Lewis Carroll

If you don’t know where you’re going, any road will get you there

I’ve always been a firm believer of knowing where you want to end up before starting on any meaningful journey. One of the things I’d like to achieve is to be a practising data scientist. Someone who uses data and analytics to answer questions and solve problems.

In order to reach my objective, there are a few key skills that I believe I would need:

- Mathematics
- Statistics
- Computer science
- Data visualisation
- Machine learning
- Communication
- Domain expertise

Why these specific skills?

The first book I’m reading to get started is “Doing data science – straight talk from the frontline” by Cathy O’Neil and Rachel Schutt.

Cathy O’Neil is a senior data scientist at Johnson Research Labs, earned her Ph.D in math from Harvard, and was a postdoc in the math department at MIT and a professor at Barnard College.

Rachel Schutt is an SVP of data science at News Corp, an adjunct professor of statistics at Columbia University, and is a founding member of CU’s Education Committee for the Institute of Data Sciences and Engineering.

Two co-authors with strong credentials in both academia and business, and who have been in the thick of the action.

### Data science profile

In Chapter 1 of their book, they introduce the idea of a person’s data science profile based on different levels of expertise in various domains (i.e. the seven key skill sets that I listed previously), and get students in their class to profile themselves.

The “perfect” data scientist would be someone with the highest ability in all seven skill sets. But that would be a unicorn, and becoming a unicorn is too much work, so I’ll settle for something more practical and achievable instead.

On a scale of 1 to 10, where 10 is the highest, here’s where I’d like to get to within a reasonable timeframe:

- Mathematics = 4
- Statistics = 4
- Computer science = 6
- Data visualisation = 10
- Machine learning = 8
- Communication = 10
- Domain expertise = 6

And here’s where I think I’m currently at:

- Mathematics = 3
- Statistics = 3
- Computer science = 3
- Data visualisation = 6
- Machine learning = 2
- Communication = 10
- Domain expertise = 3

Or, using a radar plot:

I clearly have a long road ahead of me, but it’ll no doubt be entertaining.

### Mathematics and Statistics

Mathematics and statistics are the foundation of data science, and include topics like linear algebra, multivariate calculus, conditional probabilities among others.

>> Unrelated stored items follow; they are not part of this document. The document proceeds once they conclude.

import type { Knex } from 'knex';
import type { MakerRequestState } from '../../shared/contract/makers.js';

export interface MakerRequestRow {
  readonly id: number;
  readonly accountId: number;
  readonly displayName: string;
  readonly makerId: number;
  readonly state: MakerRequestState;
  readonly how: 'mail' | 'desk';
  readonly note: string;
  readonly reason: string | null;
  readonly createdAt: Date;
  readonly decidedAt: Date | null;
}

const waiting: readonly MakerRequestState[] = ['waiting-for-mail', 'waiting'];

export function isOpen(request: { state: MakerRequestState }): boolean {
  return waiting.includes(request.state);
}

const requests = (db: Knex): Knex.QueryBuilder =>
  db('maker_requests as q')
    .join('accounts as a', 'a.id', 'q.account_id')
    .select('q.id', 'q.state', 'q.how', 'q.note', 'q.reason', {
      accountId: 'q.account_id',
      displayName: 'a.display_name',
      makerId: 'q.maker_id',
      createdAt: 'q.created_at',
      decidedAt: 'q.decided_at',
    });

/** Requests to speak for a maker, and the mailed tokens that prove them. */
export const makerRequestStore = {
  async byId(db: Knex, id: number): Promise<MakerRequestRow | undefined> {
    return requests(db).where('q.id', id).first();
  },

  async latest(db: Knex, accountId: number, makerId: number): Promise<MakerRequestRow | undefined> {
    return requests(db)
      .where({ 'q.account_id': accountId, 'q.maker_id': makerId })
      .orderBy('q.id', 'desc')
      .first();
  },

  async add(
    trx: Knex,
    request: {
      accountId: number;
      makerId: number;
      how: 'mail' | 'desk';
      state: MakerRequestState;
      note: string;
      at: Date;
    },
  ): Promise<number> {
    const [id] = await trx('maker_requests').insert({
      account_id: request.accountId,
      maker_id: request.makerId,
      how: request.how,
      state: request.state,
      note: request.note,
      created_at: request.at,
    });
    return id!;
  },

  async decide(
    trx: Knex,
    id: number,
    decision: { state: MakerRequestState; by: number | null; reason: string | null; at: Date },
  ): Promise<void> {
    await trx('maker_requests').where({ id }).update({
      state: decision.state,
      decided_by: decision.by,
      reason: decision.reason,
      decided_at: decision.at,
    });
  },

  async addProof(
    trx: Knex,
    proof: { requestId: number; address: string; hash: Buffer; expiresAt: Date; at: Date },
  ): Promise<number> {
    const [id] = await trx('maker_proofs').insert({
      request_id: proof.requestId,
      address: proof.address,
      token_hash: proof.hash,
      expires_at: proof.expiresAt,
      created_at: proof.at,
    });
    return id!;
  },

  /** Uses a token up; undefined where it is unknown, used or expired. */
  async useProof(
    trx: Knex,
    hash: Buffer,
    now: Date,
  ): Promise<{ requestId: number; address: string } | undefined> {
    const used = await trx('maker_proofs')
      .where({ token_hash: hash, used_at: null })
      .where('expires_at', '>', now)
      .update({ used_at: now });
    if (used !== 1) return undefined;
    return trx('maker_proofs').where({ token_hash: hash }).first('address', { requestId: 'request_id' });
  },
};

I’m aiming to acquire just enough knowledge in these areas to be dangerous, hence the relatively low scores.

### Computing

Computing is necessary to process data, run algorithms, analyse results and pretty much every aspect of the data science workflow. This includes the ability to write code in Python or R, incorporate various open source packages like scikit-learn, use software like Tableau and leverage infrastructure like Amazon Web Services.

I’m treating computing as a means-to-an-end, and similarly, aim to get things done, rather than being an actual developer.

### Visualisation

Visualisation includes the visual representation and analysis of upstream data all the way to downstream results. This is an area that I’m particularly interested in, especially when dealing with high-dimensional data and how to view and interpret them in intuitive ways.

As humans, we’re constrained to three-dimensional space plus time as a fourth dimension. Given that any meaningful data analysis will likely include tens, hundreds, thousands or even more variables, being able to make sense of it all would be particularly insightful.

I plan to dive deep and hopefully become a subject matter expert in this field, hence the solid 10 target.

### Machine learning

Machine learning is a very broad field and spans simple techniques like linear regression, to more advanced approaches like neural networks of various architectures.

I intend to acquire a broad working knowledge of most algorithms, understand the theory behind each one and be able to determine which to use in any particular problem.

### Communication and Domain expertise

Finally, communication and domain expertise.

It’s all well and good to tinker around endlessly with data and models, but eventually any findings need to be communicated to other people. To have any meaningful impact, the audience will likely be decision makers with access to sufficient resources to make things happen.

Understanding any particular business domain takes time and experience, hence I’m not looking to be a subject matter expert in many domains, but instead to acquire sufficient knowledge to understand the issues and assess results on an as-needed basis.

Communication is a critical soft-skill but I believe I’ve already acquired a high level of proficiency over 22 years of working experience, and therefore won’t spend additional time on this area.

So, that describes the end that I have in mind. The next step is to lay out a plan to achieve it.